▶ Record set
********

"""The smoother's one-model Kalman filter and its Rauch–Tung–Striebel backward pass over a
stretch of a record, a slice of rows at a time (`estimator.spill`), so that a record of any
length is smoothed in bounded memory.

A stretch is rows ``a`` to ``b`` of a record with no silence long enough to restart the
observer. Its step lengths (`Steps`) and the filter's per-sample posteriors are kept in
`SpillArray`s; the backward pass walks the slices last to first, carrying the smoothed
state of the sample after each slice (`kim_backward_block`). The numbers do not depend on
where the arrays live, and on a stretch of one slice they are those of the whole-record
recursion.
"""

from __future__ import annotations

import dataclasses
import itertools
from collections.abc import Callable, Iterable, Iterator

import numpy as np

from estimator.force_models import FAMILY_HOLD, FAMILY_RATE, model_tables
from estimator.mm_kernel import imm_block
from estimator.mm_smooth_kernel import kim_backward_block, kim_last
from estimator.observer import ForceObserver
from estimator.spill import CHUNK, SpillArray, SpillFolder, chunks, chunks_backward

__all__ = ["OneModel", "Steps", "backward", "forward", "smooth_pass"]


@dataclasses.dataclass(frozen=True)
class Steps:
    """The distinct step lengths of a stretch, nominal first (``dts``), and each sample's
    row among them (``rows``, a record-long array: the step into each sample; the first
    sample of a stretch counts as nominal)."""

    dts: np.ndarray
    rows: SpillArray

    @classmethod
    def of(
        cls, obs: ForceObserver, t: SpillArray, a: int, b: int, rows: SpillArray, chunk: int
    ) -> Steps:
        """Scan rows ``a..b`` of ``t`` twice: the distinct lengths, then each sample's row."""
        seen = np.zeros(0)
        for ca, cb in chunks(a, b, chunk):
            seen = np.union1d(seen, _step_lengths(obs, t, a, ca, cb))
        # np.unique sorts ascending; the nominal length goes first, the rest keep their order
        order = np.argsort(seen != obs.dt_s, kind="stable")
        rank = np.empty_like(order)
        rank[order] = np.arange(order.size)
        for ca, cb in chunks(a, b, chunk):
            dt = _step_lengths(obs, t, a, ca, cb)
            rows.write(ca, rank[np.searchsorted(seen, dt)].astype(np.int64))
        return cls(seen[order], rows)


def _step_lengths(obs: ForceObserver, t: SpillArray, a: int, ca: int, cb: int) -> np.ndarray:
    """The step into each of rows ``ca..cb``, nominal within the timing tolerance."""
    before = t.read(ca - 1, cb) if ca > a else t.read(ca, cb)
    dt = np.empty(cb - ca)
    if ca > a:
        np.subtract(before[1:], before[:-1], out=dt)
    else:
        dt[0] = obs.dt_s
        np.subtract(before[1:], before[:-1], out=dt[1:])
    nominal = np.abs(dt - obs.dt_s) <= obs.tuning.timing_tolerance * obs.dt_s
    dt[nominal] = obs.dt_s
    return dt


@dataclasses.dataclass(frozen=True)
class OneModel:
    """One force prior of the bank (family and intensity) with a noise scale, as a bank of
    one model: its tables per step length and its measurement variance (scaled units)."""

    obs: ForceObserver
    family: int
    PHI: np.ndarray
    Q: np.ndarray
    PI: np.ndarray
    R: float

    @classmethod
    def of(
        cls, obs: ForceObserver, family: int, q: float, noise: float, dts: np.ndarray
    ) -> OneModel:
        models = dataclasses.replace(obs.models, q_hold_n2_per_s=q, q_rate_n2_per_s3=(q,))
        PHI, Q, _ = model_tables(obs.plant, models, dts)
        j = 0 if family == FAMILY_HOLD else 1  # the hold model, or the slowest rate model
        k = obs.plant.stiffness_n_per_m
        return cls(
            obs,
            family,
            PHI[:, j : j + 1].copy(),
            Q[:, j : j + 1].copy(),
            np.ones((dts.size, 1, 1)),
            k * k * obs.R * noise * noise,
        )


def forward(
    model: OneModel,
    steps: Steps,
    a: int,
    b: int,
    record: Iterable[np.ndarray],
    log: tuple[SpillArray, SpillArray, SpillArray] | None = None,
    chunk: int = CHUNK,
) -> float:
    """Run the filter over rows ``a..b``; returns the innovation log-likelihood.

    ``record`` yields the displacement (m, NaN where left out) of each slice of
    ``chunks(a, b, chunk)`` in order; it is read once. With ``log`` the filtered states,
    covariances and mode probabilities are written to those record-long arrays.
    """
    obs = model.obs
    k = obs.plant.stiffness_n_per_m
    slices, first = _peek_finite(iter(record))
    z0 = k * first
    x = np.zeros((2, 1, 4))
    x[:, 0] = (z0, 0.0, z0, 0.0)
    s = obs.force_span_n
    P = np.zeros((2, 1, 4, 4))
    P[:, 0] = np.diag([model.R, s * s, s * s, s * s if model.family == FAMILY_RATE else 0.0])
    mu = np.ones((2, 1))
    pend = np.zeros(8)
    PD = np.zeros_like(P)
    total = 0.0
    for (ca, cb), z in zip(chunks(a, b, chunk), slices, strict=True):
        n = cb - ca
        ox, ov = np.empty((n, 4)), np.empty((n, 4))
        oy, os_, of, om, oll = (np.empty(n), np.empty(n), np.empty(n, np.int64),
                                np.empty((n, 1)), np.empty(n))  # fmt: skip
        lx = np.empty((n if log else 0, 1, 4))
        lP = np.empty((n if log else 0, 1, 4, 4))
        imm_block(k * z, steps.rows.read(ca, cb), model.PHI, model.Q, model.Q, model.PI,
                  model.R, 1e12, 1e-3, 1.0, 0.0, np.zeros(1), 0.0, -1, -1,
                  np.zeros(1, np.bool_), x, P, PD, mu, pend,
                  ox, ov, oy, os_, of, om, oll, lx, lP)  # fmt: skip
        total += float(oll.sum())
        if log:
            log[0].write(ca, lx)
            log[1].write(ca, lP)
            log[2].write(ca, om)
    return total


def _peek_finite(slices: Iterator[np.ndarray]) -> tuple[Iterator[np.ndarray], float]:
    """The slices again, and the first finite value among them (0 when none): read ahead
    only as far as it takes."""
    seen = []
    for z in slices:
        seen.append(z)
        finite = np.flatnonzero(np.isfinite(z))
        if finite.size:
            return itertools.chain(seen, slices), float(z[finite[0]])
    return iter(seen), 0.0


def backward(
    model: OneModel,
    steps: Steps,
    a: int,
    b: int,
    log: tuple[SpillArray, SpillArray, SpillArray],
    emit: Callable[[int, np.ndarray], None],
    chunk: int = CHUNK,
    emit_var: Callable[[int, np.ndarray], None] | None = None,
) -> None:
    """The Rauch–Tung–Striebel pass over the filter's ``log`` of rows ``a..b``, slices
    last to first: ``emit(first row, smoothed state (m, 4))`` for each, and with
    ``emit_var`` the variances of those states (m, 4)."""
    fx, fP, fmu = log
    sx, sP, smu = np.empty((1, 4)), np.empty((1, 4, 4)), np.empty(1)
    for ca, cb in chunks_backward(a, b, chunk):
        n = cb - ca
        x, P, mu = fx.read(ca, cb), fP.read(ca, cb), fmu.read(ca, cb)
        out_x, out_var, out_mu = np.empty((n, 4)), np.empty((n, 4)), np.empty((n, 1))
        rows = steps.rows.read(ca + 1, min(cb + 1, b))  # the step out of each sample
        if cb == b:  # the stretch's last sample: its filtered posterior is smoothed
            kim_last(x[-1], P[-1], mu[-1], sx, sP, smu, out_x[-1:], out_var[-1:], out_mu[-1:])
            n -= 1
        kim_backward_block(rows, model.PHI, model.Q, model.PI, x[:n], P[:n], mu[:n],
                           sx, sP, smu, out_x[:n], out_var[:n], out_mu[:n])  # fmt: skip
        emit(ca, out_x)
        if emit_var is not None:
            emit_var(ca, out_var)


def smooth_pass(
    model: OneModel,
    steps: Steps,
    a: int,
    b: int,
    record: Iterable[np.ndarray],
    scratch: SpillFolder,
    emit: Callable[[int, np.ndarray], None],
    chunk: int = CHUNK,
    emit_var: Callable[[int, np.ndarray], None] | None = None,
) -> None:
    """Filter then smooth rows ``a..b`` of ``record`` (slices in order, as `forward`);
    the filter's log is kept in ``scratch`` (the same three arrays on every call).
    ``emit`` and ``emit_var`` as in `backward`."""
    log = _log_arrays(scratch, steps.rows.n)
    forward(model, steps, a, b, record, log, chunk)
    backward(model, steps, a, b, log, emit, chunk, emit_var)


def _log_arrays(scratch: SpillFolder, n: int) -> tuple[SpillArray, SpillArray, SpillArray]:
    return (
        scratch.reused("filtered_x", n, np.float64, (1, 4)),
        scratch.reused("filtered_P", n, np.float64, (1, 4, 4)),
        scratch.reused("filtered_mu", n, np.float64, (1,)),
    )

********

▶ Task item
Would you show every line in the data above that contains the string "those"?

▶ Output of the task
where the arrays live, and on a stretch of one slice they are those of the whole-record
    covariances and mode probabilities are written to those record-long arrays.
    ``emit_var`` the variances of those states (m, 4)."""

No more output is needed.